The only blasphemy here is the Walden Farms.

Y'all motherfuckers need to find the salvation of Log Cabin sugar free


----------



## JuiceTrain

😞I just had some tuna and lettuce...😞

Didn't wanna disgrace the sanctity of this thread with pics...😓😓


----------



## Thebiggestdumbass

JuiceTrain said:


> 😞I just had some tuna and lettuce...😞
> 
> Didn't wanna disgrace the sanctity of this thread with pics...😓😓


I’ve been eating cans of tuna no mayo. I feel it


----------



## IronSoul

TODAY said:


> The only blasphemy here is the Walden Farms.
> 
> Y'all motherfuckers need to find the salvation of Log Cabin sugar free



Now I gotta find this shit


Sent from my iPhone using Tapatalk


----------



## Freakmidd

T - bone, 1.5" thick..



Couldn't fit the whole thing on my plate..


----------



## JuiceTrain

Well seasoned scissor chopped chicken titty nuggets...


----------



## TODAY

JuiceTrain said:


> Well seasoned scissor chopped chicken titty nuggets...
> View attachment 28113


Why in the shit do fitness people insist on cutting meat with scissors


And why do I find this practice to be so gross


----------



## JuiceTrain

TODAY said:


> Why in the shit do fitness people insist on cutting meat with scissors
> 
> 
> And why do I find this practice to be so gross



Bite-sized is the way to go...

I do it for the added seasoning, eating a regular chicken breast with just seasoning on the top/bottom is what made me switch to thighs for the past years. 
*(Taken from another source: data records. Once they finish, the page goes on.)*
def on_layout(policy: ItemPolicy, flow: tuple[int, ...] | NDArray[np.int64]) -> NDArray[np.int64]:
    """A flow over the policy's own lanes placed over the layout's lanes, by the lanes' ends."""
    ids = policy.location_ids
    placed = np.zeros(len(LANES), dtype=np.int64)
    for (a, b), units in zip(policy.lanes, flow, strict=True):
        placed[LAYOUT_LANES.index((ids[a], ids[b]))] = units
    return placed


def own_lanes(policy: ItemPolicy, flow: NDArray[np.int64]) -> NDArray[np.int64]:
    """A flow over the layout's lanes taken back to the policy's own lanes."""
    ids = policy.location_ids
    return np.array([flow[LAYOUT_LANES.index((ids[a], ids[b]))] for a, b in policy.lanes])


def random_stocks(
    rng: np.random.Generator, pols: tuple[ItemPolicy, ...], policy_of: NDArray[np.int64]
) -> NDArray[np.int64]:
    caps = np.array([p.capacities for p in pols])[policy_of]
    stocks: NDArray[np.int64] = rng.integers(0, caps + 1)
    return stocks


def assert_matches_recommendations(
    pols: tuple[ItemPolicy, ...],
    policy_of: NDArray[np.int64],
    stocks: NDArray[np.int64],
    weekday: int,
    lanes: tuple[tuple[str, str], ...] | None = None,
) -> None:
    moves = assortment_moves(pols, policy_of, stocks, weekday=weekday, lanes=lanes)
    assert moves.sharing is None
    for m, (p, stock) in enumerate(zip(policy_of, stocks, strict=True)):
        policy = pols[p]
        single = policy.recommend(tuple(int(u) for u in stock), phase=policy.phase_of(weekday))
        np.testing.assert_array_equal(moves.flows[m], on_layout(policy, single.flows), str(m))
        assert tuple(moves.post_move_stock[m]) == single.post_move_stock, m
        np.testing.assert_allclose(moves.value[m], single.expected_value, rtol=1e-12, atol=1e-9)
        np.testing.assert_allclose(
            moves.value_without_moves[m], single.value_without_transfers, rtol=1e-12, atol=1e-9
        )
        np.testing.assert_allclose(
            moves.transfer_cost[m], single.transfer_cost, rtol=1e-12, atol=1e-12
        )
        np.testing.assert_allclose(moves.gain[m], single.gain_from_transfers, atol=1e-9)


@pytest.mark.parametrize("weekday", [0, 4, 5])
def test_every_item_moves_as_its_own_policy_recommends(weekday: int) -> None:
    pols = policies()
    assert sum(isinstance(p, PricedPolicy) for p in pols) == 1
    assert sum(isinstance(p, PolicyResult) and p.phases == 7 for p in pols) == 1
    rng = np.random.default_rng(16 + weekday)
    policy_of = rng.integers(0, len(pols), size=600)
    assert set(policy_of) == set(range(len(pols)))
    assert_matches_recommendations(pols, policy_of, random_stocks(rng, pols, policy_of), weekday)


def test_every_stock_of_every_exact_policy_matches() -> None:
    pols = policies()
    policy_of, stocks = [], []
    for p, policy in enumerate(pols):
        if isinstance(policy, PolicyResult):
            for stock in itertools.product(*(range(c + 1) for c in policy.capacities)):
                policy_of.append(p)
                stocks.append(stock)
    order = np.random.default_rng(3).permutation(len(stocks))  # items of a policy interleaved
    assert_matches_recommendations(
        pols, np.array(policy_of)[order], np.array(stocks, dtype=np.int64)[order], 5
    )


def test_the_weekday_picks_the_weekly_policys_night() -> None:
    pols = policies()
    weekly_policy = pols[4]
    assert isinstance(weekly_policy, PolicyResult) and weekly_policy.phases == 7
    stocks = np.array(list(itertools.product(range(5), repeat=3)), dtype=np.int64)
    nights = [
        assortment_moves(pols, np.full(len(stocks), 4), stocks, weekday=d).flows for d in range(7)
    ]
    # The weekend peak at the harbour makes some nights' moves differ from others'.
    assert any(not np.array_equal(nights[0], other) for other in nights[1:])


def test_no_items() -> None:
    moves = assortment_moves(policies(), np.zeros(0, dtype=np.int64), np.zeros((0, 3), np.int64))
    assert moves.flows.shape == (0, len(LANES))
    assert moves.value.shape == (0,)


# -- errors ------------------------------------------------------------------------------------


def test_a_negative_stock_names_the_item_and_location() -> None:
    stocks = np.array([[1, 1, 1], [2, -1, 0], [0, -3, 0]])
    with pytest.raises(InvalidStockError, match=r"item 'SAW-7' at 'hill' is -1, outside 0\.\.4"):
        assortment_moves(policies(), [0, 0, 0], stocks, item_ids=["DRL-18V", "SAW-7", "TAPE"])


def test_a_stock_above_the_items_own_capacity_is_refused() -> None:
    pols = policies()
    # Market holds 5 units of item 0 but only 3 of item 1.
    assortment_moves(pols, [0, 1], [[0, 0, 5], [0, 0, 3]])
    with pytest.raises(InvalidStockError, match=r"item 1 at 'market' is 5, outside 0\.\.3"):
        assortment_moves(pols, [0, 1], [[0, 0, 5], [0, 0, 5]])
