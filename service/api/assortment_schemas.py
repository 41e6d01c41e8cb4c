"""Request and response models of the assortment routes (service.api.assortments)."""

from __future__ import annotations

from datetime import time
from typing import Any, Literal

from pydantic import BaseModel, ConfigDict, Field, field_validator

from service.assortment_spec import Layout
from service.schemas import Criteria, SolveModeName, Timestamp, known_timezone

__all__ = [
    "AssortmentCreate",
    "AssortmentOut",
    "ItemOut",
    "ItemPage",
    "ItemStates",
    "ItemsStoredOut",
]

DEMO_LAYOUT: dict[str, Any] = {
    "name": "hardware-east",
    "timezone": "Europe/Berlin",
    "locations": [{"id": "harbour"}, {"id": "old-town"}, {"id": "ring-road"}],
    "lanes": [
        {
            "from": "harbour",
            "to": "old-town",
            "unit_cost": 1.2,
            "max_units": 6,
            "truck_capacity": 20,
        },
        {
            "from": "old-town",
            "to": "harbour",
            "unit_cost": 1.2,
            "max_units": 6,
            "truck_capacity": 20,
        },
        {"from": "old-town", "to": "ring-road", "unit_cost": 0.9, "max_units": 4},
        {"from": "ring-road", "to": "old-town", "unit_cost": 0.9, "max_units": 4},
    ],
    "criteria": ["discounted"],
}


class AssortmentCreate(Layout):
    """A store layout shared by many items, and how its items are solved."""

    model_config = ConfigDict(json_schema_extra={"examples": [DEMO_LAYOUT]})

    criteria: Criteria = ["discounted"]  # noqa: RUF012  (pydantic copies defaults)
    mode: SolveModeName = Field(
        default="auto",
        description="How every item is solved: exact, priced, or auto (exact within the exact "
        "size limits, priced beyond them).",
    )
    closing_cutoff: time | None = Field(
        default=None,
        description="Local time before which a closing report belongs to the previous business "
        "date; absent: midnight.",
    )

    @field_validator("timezone")
    @classmethod
    def _known_timezone(cls, zone: str) -> str:
        return known_timezone(zone)

    @field_validator("closing_cutoff")
    @classmethod
    def _whole_minutes(cls, cutoff: time | None) -> time | None:
        if cutoff is not None and (
            cutoff.tzinfo is not None or cutoff.second or cutoff.microsecond
        ):
            raise ValueError("give a local time of day in whole minutes, e.g. 04:00")
        return cutoff

    def layout(self) -> Layout:
        return Layout.model_validate(
            self.model_dump(by_alias=True, exclude={"criteria", "mode", "closing_cutoff"})
        )


class ItemStates(BaseModel):
    """How many items stand where: ready (every criterion solved), waiting (a solve queued or
    running), failed (a solve failed), in all."""

    items: int = Field(description="Items of the assortment.")
    ready: int = Field(description="Items whose current version is solved for every criterion.")
    waiting: int = Field(description="Items with a solve queued or running.")
    failed: int = Field(description="Items with a failed solve (see their jobs).")
    specifications: int = Field(
        description="Distinct specifications among the items: items with identical numbers "
        "share one policy."
    )


class AssortmentOut(BaseModel):
    model_config = ConfigDict(populate_by_name=True)

    id: int = Field(description="The assortment's id.")
    name: str = Field(description="The layout's name.")
    layout_version: int = Field(description="Changes of the layout so far, from 1.")
    criteria: list[str] = Field(description="Criteria every item is solved for.")
    mode: SolveModeName = Field(description="The solving mode of every item.")
    closing_cutoff: str = Field(description="Local time (HH:MM) ending a business date's closing.")
    created_at: Timestamp = Field(description="When the assortment was created (UTC).")
    layout: Layout = Field(description="The stores and lanes shared by the items.")
    states: ItemStates = Field(description="Where the items' solves stand.")


class ItemsStoredOut(BaseModel):
    """What an upload of items did."""

    assortment_id: int = Field(description="The assortment.")
    received: int = Field(description="Items in the upload.")
    created: int = Field(description="Items new to the assortment.")
    updated: int = Field(description="Items given a new version (their numbers changed).")
    unchanged: int = Field(description="Items whose numbers were already these.")
    specifications: int = Field(description="Distinct specifications among the uploaded items.")
    jobs_queued: int = Field(
        description="Solves queued: one per new specification and criterion without a policy."
    )


ItemStateName = Literal["ready", "waiting", "failed", "not_requested"]


class ItemOut(BaseModel):
    item: str = Field(description="The item's code.")
    network_id: int = Field(
        description="The item's network: its single-network routes (recommendation, versions, "
        "policy export) answer for the item alone."
    )
    version: int = Field(description="The item's current version.")
    spec_hash: str = Field(description="SHA-256 of the item's composed specification.")
    method: Literal["exact", "priced"] = Field(description="How the item is solved.")
    state: ItemStateName = Field(
        description="ready, waiting (a solve queued or running), failed, or not_requested."
    )
    error: str | None = Field(default=None, description="The failed solve's error, if any.")


class ItemPage(BaseModel):
    items: list[ItemOut] = Field(description="Items in code order.")
    next_after: str | None = Field(
        description="Pass as `after` for the next page; null on the last page."
    )
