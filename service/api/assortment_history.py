"""An assortment's sales history in one upload, and the calibration of every item as one run of
jobs shared by the workers."""

from __future__ import annotations

from collections.abc import Callable
from typing import Annotated, Any

from fastapi import APIRouter, Request, Response, status
from fastapi.concurrency import run_in_threadpool

from service import assortment_history, history_upload
from service.api.assortments import (
    AssortmentId,
    bulk_upload_doc,
    find_or_404,
    read_lines,
    storing_whole,
)
from service.api.deps import Reader, SessionDep, SettingsDep, Writer, id_path, media_type
from service.api.schemas.assortments import (
    AssortmentHistoryOut,
    CalibrationChangeOut,
    CalibrationFailureOut,
    CalibrationRunIn,
    CalibrationRunOut,
    HistoryUploadOut,
    LocationHistoryCountsOut,
)
from service.assortment_history import HistoryCounts, RunSummary
from service.errors import NoItemsError
from service.estimates import CalibrationOverrides
from service.problems import PROBLEM_RESPONSES, Conflict, NotFound, UnsupportedMedia

router = APIRouter(prefix="/v1/assortments", tags=["assortments"])

RunId = Annotated[int, id_path("The calibration run's id.")]

_CSV_EXAMPLE = (
    "date,item,location,units_sold,stock_at_open,units_received\n"
    "2026-11-30,DRL-18V,harbour,3,7,2\n"
    "2026-11-30,DRL-18V,old-town,1,4,0\n"
    "2026-11-30,SAW-CIRC,harbour,0,2,1\n"
)
_UPLOAD_DOC = bulk_upload_doc(_CSV_EXAMPLE, "rows")


@router.post(
    "/{assortment_id}/history",
    response_model=HistoryUploadOut,
    openapi_extra=_UPLOAD_DOC,
    responses={413: PROBLEM_RESPONSES[413], 415: PROBLEM_RESPONSES[415]},
)
async def upload_history(
    assortment_id: AssortmentId,
    request: Request,
    session: SessionDep,
    caller: Writer,
    settings: SettingsDep,
) -> HistoryUploadOut:
    """Daily rows of every item in one upload: CSV (`date,item,location,units_sold,
    stock_at_open,units_received`), JSON lines (a row per line) or `{"rows": [...]}`. All or
    nothing: any bad row refuses the whole upload with every problem's line; a day stored
    already is replaced."""
    media = media_type(request)
    parsers: dict[str, Callable[[list[str]], list[history_upload.HistoryLine]]] = {
        "text/csv": history_upload.parse_csv,
        "application/x-ndjson": history_upload.parse_json_lines,
        "application/jsonl": history_upload.parse_json_lines,
        "application/json": lambda lines: history_upload.parse_json_document(
            "\n".join(lines).encode("utf-8")
        ),
    }
    if media not in parsers:
        raise UnsupportedMedia(
            f"send text/csv, application/x-ndjson or application/json, not {media}"
        )
    lines = await read_lines(request, settings.max_upload_bytes)

    def work() -> HistoryUploadOut:
        assortment = find_or_404(session, caller.tenant_id, assortment_id)
        conflict = (
            "another upload stored some of these days at the same moment; send this one again "
            "(a repeat replaces them)"
        )
        with storing_whole(session, "upload", conflict):
            rows = parsers[media](lines)
            stored = assortment_history.store_history(session, assortment, rows)
        return HistoryUploadOut(
            assortment_id=assortment.id,
            received=stored.received,
            inserted=stored.inserted,
            replaced=stored.replaced,
            items=stored.items,
        )

    return await run_in_threadpool(work)


@router.get("/{assortment_id}/history", response_model=AssortmentHistoryOut)
def history_summary(
    assortment_id: AssortmentId, session: SessionDep, caller: Reader
) -> AssortmentHistoryOut:
    """Days of history stored for the items, in all and per location."""
    assortment = find_or_404(session, caller.tenant_id, assortment_id)
    summary = assortment_history.history_summary(session, assortment)
    return AssortmentHistoryOut(
        assortment_id=assortment.id,
        items=summary.items,
        **_counts_out(summary.total),
        locations=[
            LocationHistoryCountsOut(location=location, **_counts_out(counts))
            for location, counts in summary.locations.items()
        ],
    )


def _counts_out(counts: HistoryCounts) -> dict[str, Any]:
    """The fields of HistoryCountsOut."""
    return {
        "rows": counts.rows,
        "days": counts.days,
        "items_with_history": counts.items,
        "first_date": counts.first_date,
        "last_date": counts.last_date,
    }


def _run_out(summary: RunSummary) -> CalibrationRunOut:
    return CalibrationRunOut(
        run=summary.run,
        assortment_id=summary.assortment_id,
        state=summary.state,
        created_at=summary.created_at,
        finished_at=summary.finished_at,
        chunks=summary.chunks,
        chunks_queued=summary.chunks_queued,
        chunks_running=summary.chunks_running,
        chunks_done=summary.chunks_done,
        chunks_failed=summary.chunks_failed,
        items=summary.items,
        calibrated=summary.calibrated,
        unchanged=summary.unchanged,
        skipped=summary.skipped,
        failed=summary.failed,
        jobs_queued=summary.jobs_queued,
        largest_changes=[CalibrationChangeOut.model_validate(c) for c in summary.changes],
        failures=[CalibrationFailureOut.model_validate(f) for f in summary.failures],
    )


@router.post(
    "/{assortment_id}/calibration",
    status_code=status.HTTP_202_ACCEPTED,
    response_model=CalibrationRunOut,
)
def start_calibration(
    assortment_id: AssortmentId,
    session: SessionDep,
    caller: Writer,
    response: Response,
    body: CalibrationRunIn | None = None,
) -> CalibrationRunOut:
    """Estimate every item from its history and make the estimates each changed item's next
    version (its solves queued), as one run of jobs that the workers share; follow it at the
    Location given."""
    assortment = find_or_404(session, caller.tenant_id, assortment_id)
    request = body or CalibrationRunIn()
    try:
        jobs = assortment_history.start_calibration(
            session,
            assortment,
            CalibrationOverrides(request.window_days, request.half_life_days, request.confidence),
            request.items_per_chunk,
        )
    except NoItemsError as exc:
        raise Conflict(str(exc)) from exc
    summary = assortment_history.run_summary(session, assortment, jobs[0])
    assert summary is not None
    response.headers["Location"] = f"/v1/assortments/{assortment.id}/calibration/{jobs[0]}"
    return _run_out(summary)


@router.get("/{assortment_id}/calibration/{run}", response_model=CalibrationRunOut)
def get_calibration_run(
    assortment_id: AssortmentId, run: RunId, session: SessionDep, caller: Reader
) -> CalibrationRunOut:
    """Progress (chunks by state) and, over the finished chunks, what changed."""
    assortment = find_or_404(session, caller.tenant_id, assortment_id)
    summary = assortment_history.run_summary(session, assortment, run)
    if summary is None:
        raise NotFound(f"no calibration run {run} of assortment {assortment.id}")
    return _run_out(summary)
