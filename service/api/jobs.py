"""Solve jobs. Simulations and what-if comparisons share the queue but are read under their
network (/v1/networks/{id}/simulations/{job_id}, /v1/networks/{id}/what-if/{job_id})."""

from __future__ import annotations

import json
from typing import Annotated

from fastapi import APIRouter, Query

from service.api.deps import JobId, Reader, SessionDep
from service.db import repository
from service.db.tables import NetworkVersion
from service.problems import NotFound
from service.schemas import JobOut
from service.vocabulary import JobKind, JobStateName

router = APIRouter(prefix="/v1/jobs", tags=["jobs"])


@router.get("/{job_id}", response_model=JobOut)
def get_job(job_id: JobId, session: SessionDep, caller: Reader) -> JobOut:
    job = repository.get_job(session, job_id)
    if job is None or job.tenant_id != caller.tenant_id:
        raise NotFound(f"no job {job_id}")
    if job.kind == JobKind.CALIBRATE:
        chunk = json.loads(job.params or "{}")
        raise NotFound(
            f"job {job_id} is a chunk of a calibration; read the run at "
            f"/v1/assortments/{chunk.get('assortment')}/calibration/{chunk.get('run')}"
        )
    if job.kind != JobKind.SOLVE:
        network_id = session.get_one(NetworkVersion, job.version_id).network_id
        path = "simulations" if job.kind == JobKind.SIMULATE else "what-if"
        raise NotFound(
            f"job {job_id} is not a solve; read it at /v1/networks/{network_id}/{path}/{job_id}"
        )
    return JobOut.model_validate(job)


@router.get("", response_model=list[JobOut])
def list_jobs(
    session: SessionDep,
    caller: Reader,
    state: JobStateName | None = None,
    limit: Annotated[int, Query(ge=1, le=1000)] = 100,
) -> list[JobOut]:
    """Newest first."""
    return [
        JobOut.model_validate(job)
        for job in repository.list_jobs(session, state, limit, tenant_id=caller.tenant_id)
    ]
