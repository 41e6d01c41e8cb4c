"""What each problem `type` means: the URIs `/problems/<slug>` that problem details name."""

from __future__ import annotations

from typing import Annotated

from fastapi import APIRouter, Path

from service.api.schemas.problem_types import ProblemTypeOut
from service.problems import PROBLEM_RESPONSES, PROBLEM_TYPES, TYPE_BASE, NotFound

__all__ = ["router"]

router = APIRouter(prefix="/problems", tags=["problems"])


def _out(slug: str) -> ProblemTypeOut:
    title, description = PROBLEM_TYPES[slug]
    return ProblemTypeOut(type=TYPE_BASE + slug, title=title, description=description)


@router.get("", response_model=list[ProblemTypeOut])
def list_problem_types() -> list[ProblemTypeOut]:
    """Every problem type this service answers with. No key needed."""
    return [_out(slug) for slug in sorted(PROBLEM_TYPES)]


@router.get(
    "/{slug}",
    response_model=ProblemTypeOut,
    responses={
        404: {**PROBLEM_RESPONSES[404], "description": "No such problem type"},
        422: {**PROBLEM_RESPONSES[422], "description": "Not a problem type's slug"},
    },
)
def get_problem_type(
    slug: Annotated[
        str, Path(pattern="^[a-z0-9-]{1,100}$", description="The last part of a problem's type.")
    ],
) -> ProblemTypeOut:
    """What one problem type means and what to do about it. No key needed."""
    if slug not in PROBLEM_TYPES:
        raise NotFound(f"no problem type {slug!r}; GET /problems lists them")
    return _out(slug)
So now I cut my meats so it cooks faster and has more surface area for flavor...


----------



## TODAY

JuiceTrain said:


> Bite-sized is the way to go...
> 
> I do it for the added seasoning, eating a regular chicken breast with just seasoning on the top/bottom is what made me switch to thighs for the past years.
> 
> So now I cut my meats so it cooks faster and has more surface area for flavor...


Right, but...

This is why you have knives


----------



## silentlemon1011

TODAY said:


> Why in the shit do fitness people insist on cutting meat with scissors
> 
> 
> And why do I find this practice to be so gross



Fucking uncivilized is why
Savages


----------



## Bomb10shell

TODAY said:


> Why in the shit do fitness people insist on cutting meat with scissors


I'll answer- I have a kid. It's crazy fast to cut up his nuggets with scissors. He's an impatient lil dude when it comes to food (just like his mama). And also he grabbed at a knife I was using to cut his nuggets before learning about scissors. So now knives to cut any of his food scares me.


----------



## TODAY

Bomb10shell said:


> I'll answer- I have a kid. It's crazy fast to cut up his nuggets with scissors. He's an impatient lil dude when it comes to food (just like his mama). And also he grabbed at a knife I was using to cut his nuggets before learning about scissors. So now knives to cut any of his food scares me.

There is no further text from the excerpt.